# replacing water with RV antifreeze in closed loop system



## Jim Bunton (Mar 16, 2004)

How would the efficiency of RV antifreeze compare to water when using it in a closed loop solar collector to run hot liquid through solar collector panel and then through a cement floor to use as radiant heat? Would it keep the lines from freezing at night rather then draining them down?

Jim


----------



## wy_white_wolf (Oct 14, 2004)

TMK, RV antifreezes can't handle the heat and break down when exposed to higher temps.


----------



## Jim-mi (May 15, 2002)

Degradation of RV fluid will leave you with a mess in your system....


Bite the bullet ($$) and get the tried and proven Propalene(sp) Glycol


----------



## Ross (May 9, 2002)

There are several propylene (maybe?) glycols for heating systems.
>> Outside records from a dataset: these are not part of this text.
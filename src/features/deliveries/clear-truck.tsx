import { useState } from 'react';
import { useTranslation } from 'react-i18next';
import { useNavigate } from 'react-router-dom';
import { row } from '../../../server/contract/ability';
import { api } from '../../../server/contract/index';
import { useAct } from '../../api/act';
import { ProblemNote } from '../../form/problem-note';
import { useAbility, useMembership } from '../../lib/me';
import { paths } from '../../paths';
import { Button } from '../../ui/button';
import { Dialog } from '../../ui/dialog';

/** Takes the next truck away, after asking. */
export function ClearTruck({ storeId }: { storeId: string }) {
  const { t } = useTranslation('deliveries');
  const [asking, setAsking] = useState(false);
  const navigate = useNavigate();
  const { slug } = useMembership().producer;
  const ability = useAbility();
  const clear = useAct(api.deliveries.clearNextTruck, [api.stores.read, api.stores.list]);
  if (!ability.can('delete', row('NextTruck', { storeId }))) return null;
  const act = () =>
    clear.mutate({ params: { producer: slug, storeId } }, { onSuccess: () => void navigate(paths.store(slug, storeId)) });
  return (
    <div className="mt-8 border-t border-rule pt-4">
      <Button variant="quiet" size="big" onClick={() => setAsking(true)}>
        {t('next-truck.clear')}
      </Button>
      <Dialog open={asking} title={t('next-truck.clear-ask')} onClose={() => setAsking(false)}>
        <p>{t('next-truck.clear-words')}</p>
        {clear.error && <ProblemNote problem={clear.error} />}
        <div className="mt-4 flex flex-wrap gap-3">
          <Button busy={clear.isPending} onClick={act}>
            {t('next-truck.clear-yes')}
          </Button>
          <Button variant="quiet" onClick={() => setAsking(false)}>
            {t('next-truck.clear-no')}
          </Button>
        </div>
      </Dialog>
    </div>
  );
}
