import { Plus, X } from 'lucide-react';
import { useFieldArray, useWatch } from 'react-hook-form';
import { useTranslation } from 'react-i18next';
import type { BodyInput } from '../../../server/contract/endpoint';
import type { Freezer } from '../../../server/contract/freezers';
import type { api } from '../../../server/contract/index';
import { SelectField } from '../../form/select-field';
import { TextField } from '../../form/text-field';
import { useListFault } from '../../form/use-list-fault';
import { useFormat } from '../../lib/format';
import { Button, IconButton } from '../../ui/button';
import { FieldError } from '../../ui/field';
import { BagsField } from './bags-field';
import type { Products } from './record-delivery';

type Values = BodyInput<typeof api.deliveries.record>;

interface Props {
  products: Products;
  freezers: Freezer[];
}

/** What was left, line by line: which bags, into which freezer, how many, and what was taken back. */
export function LineFields({ products, freezers }: Props) {
  const { t } = useTranslation('deliveries');
  const { fields, append, remove } = useFieldArray<Values, 'lines'>({ name: 'lines' });
  const { fault, faultId } = useListFault('lines');
  return (
    <fieldset aria-describedby={faultId}>
      <legend className="font-semibold">{t('record.lines')}</legend>
      {faultId && <FieldError id={faultId}>{fault}</FieldError>}
      <div className="mt-2 grid gap-3">
        {fields.map(({ id }, i) => (
          <Line key={id} i={i} products={products} freezers={freezers} onRemove={() => remove(i)} />
        ))}
      </div>
      <div className="mt-3 flex flex-wrap items-center justify-between gap-3">
        <Button variant="quiet" size="big" onClick={() => append({ productId: '', freezerId: null, bags: 0, takenBack: 0, lot: '' })}>
          <Plus aria-hidden size={18} />
          {t('record.add')}
        </Button>
        <Total />
      </div>
    </fieldset>
  );
}

function Line({ i, products, freezers, onRemove }: Props & { i: number; onRemove: () => void }) {
  const { t } = useTranslation('deliveries');
  const name = (field: string) => `lines.${i}.${field}`;
  return (
    <div role="group" aria-label={t('record.line', { n: i + 1 })} className="rounded-card border border-rule bg-surface px-4 pt-1 pb-4">
      <div className="-mr-3 flex items-center justify-between">
        <span aria-hidden className="text-small text-ink-3">
          {t('record.line', { n: i + 1 })}
        </span>
        <IconButton label={t('record.remove', { n: i + 1 })} icon={<X aria-hidden size={20} />} onClick={onRemove} />
      </div>
      <div className="grid gap-3 sm:grid-cols-2">
        <SelectField name={name('productId')} label={t('record.product')} options={products.map(({ id, name: label }) => ({ value: id, label }))} empty={t('record.choose')} none={{ value: undefined }} />
        <SelectField name={name('freezerId')} label={t('record.freezer')} options={freezers.map(({ id, name: label }) => ({ value: id, label }))} empty={t('record.no-freezer')} none={{ value: null }} />
      </div>
      <div className="mt-3 grid grid-cols-2 gap-3 sm:grid-cols-3">
        <BagsField name={name('bags')} label={t('record.bags')} />
        <BagsField name={name('takenBack')} label={t('record.taken-back')} />
        <div className="col-span-2 sm:col-span-1">
          <TextField name={name('lot')} label={t('record.lot')} maxLength={40} />
        </div>
      </div>
    </div>
  );
}

function Total() {
  const { t } = useTranslation('deliveries');
  const { number } = useFormat();
  const lines = useWatch<Values, 'lines'>({ name: 'lines' });
  const count = lines.reduce((sum, { bags }) => sum + (Number(bags) || 0), 0);
  return <p role="status">{t('record.total', { bags: t('bags', { count, bags: number(count) }) })}</p>;
}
Just took a quick look and found this. 
NEW UPDATED Online Store - Wood Boiler Solutions LLC

Scroll to the bottom for bigger amounts and prices. Not cheap but then large amounts of RV antifreeze isn't either.

There are lots of others out there too, most are mixed with water some give up heat better than others but probably won't make a huge difference in a small system. In huge heat plant systems not using steam its more important to calculate the delta T in heat recovery systems in office complexes for example. It becomes a serious physics lesson!


----------